> [DATASET EXTRACT]
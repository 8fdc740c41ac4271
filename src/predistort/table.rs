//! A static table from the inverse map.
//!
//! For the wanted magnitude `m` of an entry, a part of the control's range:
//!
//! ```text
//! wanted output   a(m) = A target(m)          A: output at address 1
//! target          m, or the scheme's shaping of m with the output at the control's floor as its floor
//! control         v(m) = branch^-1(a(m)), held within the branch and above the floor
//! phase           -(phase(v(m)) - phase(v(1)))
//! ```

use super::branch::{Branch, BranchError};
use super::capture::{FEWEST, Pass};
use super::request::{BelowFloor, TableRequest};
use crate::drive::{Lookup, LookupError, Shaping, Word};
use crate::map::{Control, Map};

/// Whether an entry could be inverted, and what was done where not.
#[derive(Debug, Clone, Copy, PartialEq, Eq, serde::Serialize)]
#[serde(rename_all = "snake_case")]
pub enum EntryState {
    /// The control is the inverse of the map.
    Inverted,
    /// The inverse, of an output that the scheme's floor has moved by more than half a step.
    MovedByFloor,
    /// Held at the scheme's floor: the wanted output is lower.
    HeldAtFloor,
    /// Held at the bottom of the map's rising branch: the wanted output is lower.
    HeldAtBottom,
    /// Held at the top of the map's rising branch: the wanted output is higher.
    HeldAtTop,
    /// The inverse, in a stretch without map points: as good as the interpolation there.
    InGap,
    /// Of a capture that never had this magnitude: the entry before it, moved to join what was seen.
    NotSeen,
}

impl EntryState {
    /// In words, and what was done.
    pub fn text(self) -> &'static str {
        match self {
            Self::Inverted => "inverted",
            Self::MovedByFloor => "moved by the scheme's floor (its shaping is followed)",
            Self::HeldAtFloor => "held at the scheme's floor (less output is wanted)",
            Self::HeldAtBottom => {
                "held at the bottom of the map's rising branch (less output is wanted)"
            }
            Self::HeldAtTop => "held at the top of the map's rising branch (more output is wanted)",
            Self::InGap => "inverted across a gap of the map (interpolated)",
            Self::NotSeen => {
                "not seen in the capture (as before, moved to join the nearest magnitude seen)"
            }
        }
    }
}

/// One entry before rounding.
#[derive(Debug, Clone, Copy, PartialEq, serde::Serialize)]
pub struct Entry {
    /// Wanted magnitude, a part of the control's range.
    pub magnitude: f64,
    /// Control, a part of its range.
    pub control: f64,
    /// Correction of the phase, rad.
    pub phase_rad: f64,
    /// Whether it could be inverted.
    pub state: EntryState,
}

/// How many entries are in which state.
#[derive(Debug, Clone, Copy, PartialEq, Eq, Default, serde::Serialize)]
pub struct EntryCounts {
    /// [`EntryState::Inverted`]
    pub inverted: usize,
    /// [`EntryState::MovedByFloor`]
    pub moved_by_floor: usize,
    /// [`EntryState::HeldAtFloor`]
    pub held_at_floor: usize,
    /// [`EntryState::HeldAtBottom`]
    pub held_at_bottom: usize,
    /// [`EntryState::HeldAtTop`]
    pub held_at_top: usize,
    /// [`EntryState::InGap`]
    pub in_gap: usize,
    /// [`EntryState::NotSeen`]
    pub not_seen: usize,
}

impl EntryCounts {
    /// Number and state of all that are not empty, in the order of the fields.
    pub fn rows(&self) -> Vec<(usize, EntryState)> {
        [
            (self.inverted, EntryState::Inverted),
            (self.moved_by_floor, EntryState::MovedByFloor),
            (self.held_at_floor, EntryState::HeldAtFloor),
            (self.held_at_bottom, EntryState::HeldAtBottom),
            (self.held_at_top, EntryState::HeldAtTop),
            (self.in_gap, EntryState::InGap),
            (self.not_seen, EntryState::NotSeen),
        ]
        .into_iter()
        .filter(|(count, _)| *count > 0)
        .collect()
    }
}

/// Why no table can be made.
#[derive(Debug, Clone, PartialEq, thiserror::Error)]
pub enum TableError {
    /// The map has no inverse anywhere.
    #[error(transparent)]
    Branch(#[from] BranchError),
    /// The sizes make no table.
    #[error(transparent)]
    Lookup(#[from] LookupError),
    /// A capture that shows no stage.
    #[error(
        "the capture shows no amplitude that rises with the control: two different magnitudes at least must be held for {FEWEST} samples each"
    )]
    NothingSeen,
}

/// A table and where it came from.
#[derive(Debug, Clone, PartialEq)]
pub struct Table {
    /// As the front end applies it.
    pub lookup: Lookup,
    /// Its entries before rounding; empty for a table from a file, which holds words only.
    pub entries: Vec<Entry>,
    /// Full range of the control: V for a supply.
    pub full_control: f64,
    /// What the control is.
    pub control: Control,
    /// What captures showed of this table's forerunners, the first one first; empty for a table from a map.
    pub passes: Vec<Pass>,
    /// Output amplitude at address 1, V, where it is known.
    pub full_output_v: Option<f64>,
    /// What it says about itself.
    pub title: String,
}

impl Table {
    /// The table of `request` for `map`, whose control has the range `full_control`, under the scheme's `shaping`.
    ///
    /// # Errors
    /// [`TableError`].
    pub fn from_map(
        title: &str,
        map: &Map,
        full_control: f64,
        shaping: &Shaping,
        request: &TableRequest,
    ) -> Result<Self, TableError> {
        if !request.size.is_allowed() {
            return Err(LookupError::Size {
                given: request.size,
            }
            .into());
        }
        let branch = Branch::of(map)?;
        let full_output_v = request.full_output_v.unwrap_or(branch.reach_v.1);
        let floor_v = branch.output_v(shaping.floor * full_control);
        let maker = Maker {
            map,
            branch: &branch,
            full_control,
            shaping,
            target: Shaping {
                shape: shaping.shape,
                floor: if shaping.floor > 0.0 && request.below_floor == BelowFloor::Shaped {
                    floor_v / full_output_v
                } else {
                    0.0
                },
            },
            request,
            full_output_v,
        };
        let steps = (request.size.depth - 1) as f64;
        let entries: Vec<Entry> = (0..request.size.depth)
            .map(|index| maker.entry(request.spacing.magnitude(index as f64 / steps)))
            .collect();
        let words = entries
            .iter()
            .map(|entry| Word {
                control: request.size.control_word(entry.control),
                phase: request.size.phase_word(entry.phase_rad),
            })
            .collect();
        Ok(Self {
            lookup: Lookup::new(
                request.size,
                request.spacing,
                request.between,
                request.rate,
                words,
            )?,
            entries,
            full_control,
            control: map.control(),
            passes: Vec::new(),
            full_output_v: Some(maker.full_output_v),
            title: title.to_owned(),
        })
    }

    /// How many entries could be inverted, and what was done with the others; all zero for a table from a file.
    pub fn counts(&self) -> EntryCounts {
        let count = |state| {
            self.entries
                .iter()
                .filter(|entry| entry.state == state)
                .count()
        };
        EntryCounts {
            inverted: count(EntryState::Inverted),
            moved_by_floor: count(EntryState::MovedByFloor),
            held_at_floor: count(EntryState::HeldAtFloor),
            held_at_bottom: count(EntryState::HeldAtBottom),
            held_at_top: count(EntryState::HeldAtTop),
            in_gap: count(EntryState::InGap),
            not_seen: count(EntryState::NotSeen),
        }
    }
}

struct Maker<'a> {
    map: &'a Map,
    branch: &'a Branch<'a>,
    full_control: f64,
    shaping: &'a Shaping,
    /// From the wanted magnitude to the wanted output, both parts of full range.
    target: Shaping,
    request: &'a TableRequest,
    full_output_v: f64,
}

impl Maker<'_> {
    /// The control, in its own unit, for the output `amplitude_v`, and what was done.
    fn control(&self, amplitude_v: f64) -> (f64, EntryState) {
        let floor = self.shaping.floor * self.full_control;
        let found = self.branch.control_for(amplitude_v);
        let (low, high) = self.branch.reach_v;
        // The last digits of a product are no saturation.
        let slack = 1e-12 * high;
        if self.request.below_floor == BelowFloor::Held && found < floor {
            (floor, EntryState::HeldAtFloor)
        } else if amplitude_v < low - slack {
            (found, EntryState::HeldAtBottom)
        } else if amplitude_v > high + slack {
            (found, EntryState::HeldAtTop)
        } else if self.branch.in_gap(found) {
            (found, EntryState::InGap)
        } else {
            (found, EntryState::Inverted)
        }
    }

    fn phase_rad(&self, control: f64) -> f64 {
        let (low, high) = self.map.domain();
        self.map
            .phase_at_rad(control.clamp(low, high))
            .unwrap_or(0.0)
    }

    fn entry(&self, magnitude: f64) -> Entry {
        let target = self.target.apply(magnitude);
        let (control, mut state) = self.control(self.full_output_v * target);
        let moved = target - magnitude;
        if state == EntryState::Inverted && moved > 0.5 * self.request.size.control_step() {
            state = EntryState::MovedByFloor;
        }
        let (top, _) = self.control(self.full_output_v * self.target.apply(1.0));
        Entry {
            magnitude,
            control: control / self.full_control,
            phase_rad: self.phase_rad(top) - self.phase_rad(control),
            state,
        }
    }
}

> [THE TASK] Report every line of the material above in which "HeldAtBottom" appears.

> [RESPONSE TO THE TASK]
    HeldAtBottom,
            Self::HeldAtBottom => {
    /// [`EntryState::HeldAtBottom`]
            (self.held_at_bottom, EntryState::HeldAtBottom),
            held_at_bottom: count(EntryState::HeldAtBottom),
            (found, EntryState::HeldAtBottom)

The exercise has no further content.